Exercise prompt =>
The entries follow. Copy every line in which "initially" appears.

(Dataset entries)
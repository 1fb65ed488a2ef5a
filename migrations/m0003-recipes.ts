import { Migration } from '@mikro-orm/migrations'

/** Recipes, their versions, stages and cues. Approved is frozen for ever: the triggers here hold that. */
export class M0003Recipes extends Migration {
  override up(): void {
    this.addSql(`
      create table recipes (
        id uuid primary key default gen_random_uuid(),
        name text not null check (char_length(name) between 1 and 80),
        customer_id uuid references customers (id),
        created_at timestamptz not null,
        created_by uuid not null references accounts (id)
      );
      create unique index recipes_name_key on recipes (lower(name));

      create table recipe_versions (
        id uuid primary key default gen_random_uuid(),
        recipe_id uuid not null references recipes (id),
        number integer not null check (number > 0),
        state text not null default 'draft'
          check (state in ('draft', 'in review', 'approved', 'superseded', 'withdrawn')),
        revision integer not null default 1 check (revision > 0),
        author_id uuid not null references accounts (id),
        based_on_version_id uuid references recipe_versions (id),
        piece_kind text not null check (piece_kind in ('barrel', 'head')),
        size_and_shape text not null check (char_length(size_and_shape) between 1 and 40),
        thickness_mm double precision not null check (thickness_mm between 10 and 60),
        lead_height text not null check (lead_height in ('bilge', 'quarter', 'head end', 'head')),
        lead_side text not null check (char_length(lead_side) between 1 and 20),
        lead_depth_mm double precision not null check (lead_depth_mm >= 0 and lead_depth_mm < thickness_mm),
        lead_mounting text not null check (lead_mounting in ('wedge', 'drilled', 'clamped')),
        moisture_min_percent double precision not null check (moisture_min_percent between 0 and 60),
        moisture_max_percent double precision not null check (moisture_max_percent between 0 and 60),
        preheat_water_temp_c double precision not null check (preheat_water_temp_c between 0 and 100),
        preheat_method text not null check (preheat_method in ('spray', 'immersion', 'steam', 'none')),
        preheat_minutes double precision not null check (preheat_minutes between 0 and 240),
        bend_minimum_minutes double precision not null check (bend_minimum_minutes between 0 and 120),
        bend_wood_limit_c double precision not null check (bend_wood_limit_c between 40 and 260),
        plan_start_temp_c double precision not null check (plan_start_temp_c between -10 and 260),
        dose_target_minutes double precision check (dose_target_minutes > 0 and dose_target_minutes < 1e6),
        dose_tolerance_log10 double precision not null check (dose_tolerance_log10 between 0.01 and 1),
        wood_maximum_c double precision not null check (wood_maximum_c between 100 and 300),
        climb_maximum_c_per_min double precision not null check (climb_maximum_c_per_min between 0.5 and 60),
        spread_limit_c double precision not null check (spread_limit_c between 0.5 and 60),
        rest_minutes double precision not null check (rest_minutes between 0 and 240),
        flavour_intent text not null default '' check (char_length(flavour_intent) <= 2000),
        notes text not null default '' check (char_length(notes) <= 4000),
        created_at timestamptz not null,
        updated_at timestamptz not null,
        sent_at timestamptz,
        returned_at timestamptz,
        returned_by uuid references accounts (id),
        return_reason text check (char_length(return_reason) <= 2000),
        approved_at timestamptz,
        approved_by uuid references accounts (id),
        superseded_at timestamptz,
        withdrawn_at timestamptz,
        withdrawn_by uuid references accounts (id),
        withdraw_reason text check (char_length(withdraw_reason) <= 2000),
        unique (recipe_id, number),
        constraint recipe_versions_moisture_check check (moisture_min_percent <= moisture_max_percent),
        constraint recipe_versions_four_eyes_check check (approved_by is null or approved_by <> author_id),
        constraint recipe_versions_approved_check
          check (state not in ('approved', 'superseded') or (approved_at is not null and approved_by is not null)),
        constraint recipe_versions_withdrawn_check
          check ((state = 'withdrawn') = (withdrawn_at is not null and withdraw_reason is not null))
      );
      create unique index recipe_versions_one_approved on recipe_versions (recipe_id) where state = 'approved';
      create unique index recipe_versions_one_open on recipe_versions (recipe_id) where state in ('draft', 'in review');

      create table stages (
        id uuid primary key default gen_random_uuid(),
        version_id uuid not null references recipe_versions (id) on delete cascade,
        position integer not null check (position between 1 and 24),
        name text not null check (char_length(name) between 1 and 40),
        kind text not null check (kind in ('ramp', 'hold')),
        target_temp_c double precision not null check (target_temp_c between 0 and 280),
        coals_target_temp_c double precision check (coals_target_temp_c between 0 and 1100),
        minutes double precision not null check (minutes > 0 and minutes <= 240),
        band_c double precision not null check (band_c between 0.5 and 60),
        lid text not null check (lid in ('on', 'off')),
        unique (version_id, position) deferrable initially deferred
      );

      create table cues (
        id uuid primary key default gen_random_uuid(),
        stage_id uuid not null references stages (id) on delete cascade,
        position integer not null check (position between 1 and 12),
        action text not null
          check (action in ('stir', 'feed', 'mist', 'lid on', 'lid off', 'turn', 'turn over', 'look')),
        minute double precision not null check (minute >= 0 and minute <= 240),
        words text not null default '' check (char_length(words) <= 80),
        unique (stage_id, position) deferrable initially deferred
      );

      -- The allowed moves between version states (mirrors lib/recipes/version-states.ts).
      create table recipe_version_moves (from_state text, to_state text, primary key (from_state, to_state));
      insert into recipe_version_moves values
        ('draft', 'in review'), ('in review', 'draft'), ('in review', 'approved'),
        ('approved', 'superseded'), ('approved', 'withdrawn'), ('superseded', 'withdrawn');

      create function guard_recipe_version() returns trigger language plpgsql as $$
      declare
        stamps text[] := array['state', 'updated_at', 'revision', 'sent_at', 'returned_at', 'returned_by',
          'return_reason', 'approved_at', 'approved_by', 'superseded_at', 'withdrawn_at', 'withdrawn_by',
          'withdraw_reason'];
      begin
        if tg_op = 'DELETE' then
          if old.state <> 'draft' then
            raise exception 'a recipe version that left draft is never deleted' using errcode = 'restrict_violation';
          end if;
          return old;
        end if;
        if new.state <> old.state
          and not exists (select 1 from recipe_version_moves where from_state = old.state and to_state = new.state) then
          raise exception 'a recipe version cannot go from % to %', old.state, new.state
            using errcode = 'restrict_violation';
        end if;
        if old.state <> 'draft' and (to_jsonb(new) - stamps) <> (to_jsonb(old) - stamps) then
          raise exception 'a recipe version that is % cannot be edited', old.state
            using errcode = 'restrict_violation';
        end if;
        if old.state in ('approved', 'superseded', 'withdrawn')
          and (new.approved_at, new.approved_by) is distinct from (old.approved_at, old.approved_by) then
          raise exception 'an approval cannot be rewritten' using errcode = 'restrict_violation';
        end if;
        return new;
      end $$;
      create trigger recipe_versions_guard before update or delete on recipe_versions
        for each row execute function guard_recipe_version();

      create function guard_stage() returns trigger language plpgsql as $$
      declare version_state text;
      begin
        select state into version_state from recipe_versions
          where id = (case when tg_op = 'DELETE' then old.version_id else new.version_id end);
        if version_state is not null and version_state <> 'draft' then
          raise exception 'the stages of a version that is % cannot be changed', version_state
            using errcode = 'restrict_violation';
        end if;
        return case when tg_op = 'DELETE' then old else new end;
      end $$;
      create trigger stages_guard before insert or update or delete on stages
        for each row execute function guard_stage();

      create function guard_cue() returns trigger language plpgsql as $$
      declare version_state text;
      begin
        select v.state into version_state from stages s join recipe_versions v on v.id = s.version_id
          where s.id = (case when tg_op = 'DELETE' then old.stage_id else new.stage_id end);
        if version_state is not null and version_state <> 'draft' then
          raise exception 'the cues of a version that is % cannot be changed', version_state
            using errcode = 'restrict_violation';
        end if;
        return case when tg_op = 'DELETE' then old else new end;
      end $$;
      create trigger cues_guard before insert or update or delete on cues
        for each row execute function guard_cue();

      grant select, insert, update, delete on recipes, recipe_versions, stages, cues to emberstave_app;
      grant select on recipe_version_moves to emberstave_app;
    `)
  }

  override down(): void {
    this.addSql(`
      drop table cues; drop table stages; drop table recipe_versions; drop table recipe_version_moves; drop table recipes;
      drop function guard_cue(); drop function guard_stage(); drop function guard_recipe_version();
    `)
  }
}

Response =>
        unique (version_id, position) deferrable initially deferred
        unique (stage_id, position) deferrable initially deferred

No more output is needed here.